Endpoint Feature Status
/v1/chat/completions Chat with tools, streaming, structured output
/v1/audio/speech Text-to-Speech
/v1/audio/transcriptions Speech-to-Text
/v1/images/generations Image Generation
/v1/embeddings Text Embeddings
/v1/models Model Management

Anthropic Compatible Endpoints (/anthropic/v1/*)

Endpoint Feature Status
/anthropic/v1/messages Messages with tools, streaming, thinking mode
/anthropic/v1/models Model listing with pagination

⚙️ Configuration

# Default (port 10240)
mlx-omni-server

# Custom options
mlx-omni-server --port 8000
MLX_OMNI_LOG_LEVEL=debug mlx-omni-server

# View all options
mlx-omni-server --help

🛠 Development

Development Setup
git clone https://github.com/madroidmaq/mlx-omni-server.git
cd mlx-omni-server
uv sync

# Start with hot-reload
uv run uvicorn mlx_omni_server.main:app --reload --host 0.0.0.0 --port 10240

Testing:

uv run pytest                    # All tests
uv run pytest tests/chat/openai/ # OpenAI tests
uv run pytest tests/chat/anthropic/ # Anthropic tests

Code Quality:

uv run black . && uv run isort . # Format code
uv run pre-commit run --all-files # Run hooks

🎯 Key Features

Model Management

  • Auto-discovery of MLX models in HuggingFace cache
  • On-demand loading and intelligent caching
  • Automatic model downloading when needed

Advanced Capabilities

  • Function calling with model-specific parsers
  • Real-time streaming for both APIs
  • JSON schema validation and structured output
  • Extended reasoning (thinking mode) for supported models

📚 Documentation

Resource Description
OpenAI API Guide Complete OpenAI API reference
Anthropic API Guide Complete Anthropic API reference
Examples Practical usage examples

🔍 Troubleshooting

Common Issues

Requirements:

  • Python 3.11+
  • Apple Silicon Mac (M1/M2/M3/M4)
  • MLX framework installed

Quick fixes:

# Check requirements
python --version  # Should be 3.11+
python -c "import mlx; print(mlx.__version__)"

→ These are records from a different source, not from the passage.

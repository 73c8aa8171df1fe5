"""Projection of numbers onto the invariants, by the orthogonal projector onto the exact basis."""

from __future__ import annotations

from functools import lru_cache
from typing import TYPE_CHECKING

from tensorsym.invariants.solver import invariant_space

if TYPE_CHECKING:
    import numpy as np
    from numpy.typing import NDArray

    from tensorsym.groups.point_group import PointGroup
    from tensorsym.tensors.kind import TensorKind


@lru_cache(maxsize=2048)
def orthonormal_basis(group: PointGroup, kind: TensorKind) -> NDArray[np.float64]:
    """Return an orthonormal basis of the invariants, shape (dimension, 3**rank), read-only, in the standard frame.

    Its number of rows comes from the exact solver; only the directions are floating.
    """
    import numpy as np

    space = invariant_space(group, kind)
    rows = space.basis().reshape(space.dimension, 3**kind.rank)
    basis = np.ascontiguousarray(np.linalg.qr(rows.T)[0].T) if space.dimension else rows
    basis.setflags(write=False)
    return basis


def projected(values: NDArray[np.float64], basis: NDArray[np.float64]) -> NDArray[np.float64]:
    """Return the allowed tensor closest to the given one: ``B (B^T B)^-1 B^T T``, equal to ``(1/|G|) sum of g T``.

    Parameters
    ----------
    values : ndarray of shape (3,) * rank
        Components in the standard frame.
    basis : ndarray of shape (dimension, 3**rank)
        Orthonormal invariants from `orthonormal_basis`.
    """
    return ((basis @ values.reshape(-1)) @ basis).reshape(values.shape)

# Pre-download models (if needed)
huggingface-cli download mlx-community/gemma-3-1b-it-4bit-DWQ

# Enable debug logging
MLX_OMNI_LOG_LEVEL=debug mlx-omni-server

🤝 Contributing

Quick contributor setup:

git clone https://github.com/madroidmaq/mlx-omni-server.git
cd mlx-omni-server
uv sync && uv run pytest

🙏 Acknowledgments

Built with MLX by Apple • FastAPIMLX-LM

📄 License

MIT License • Not affiliated with OpenAI, Anthropic, or Apple

🌟 Star History

Star History Chart

Project details


Download files

Download the file for your platform. If you're not sure which to choose, learn more about installing packages.

Source Distribution

mlx_omni_server-0.5.2.tar.gz (55.3 kB view details)

Uploaded Source

Built Distribution

If you're not sure about the file name format, learn more about wheel file names.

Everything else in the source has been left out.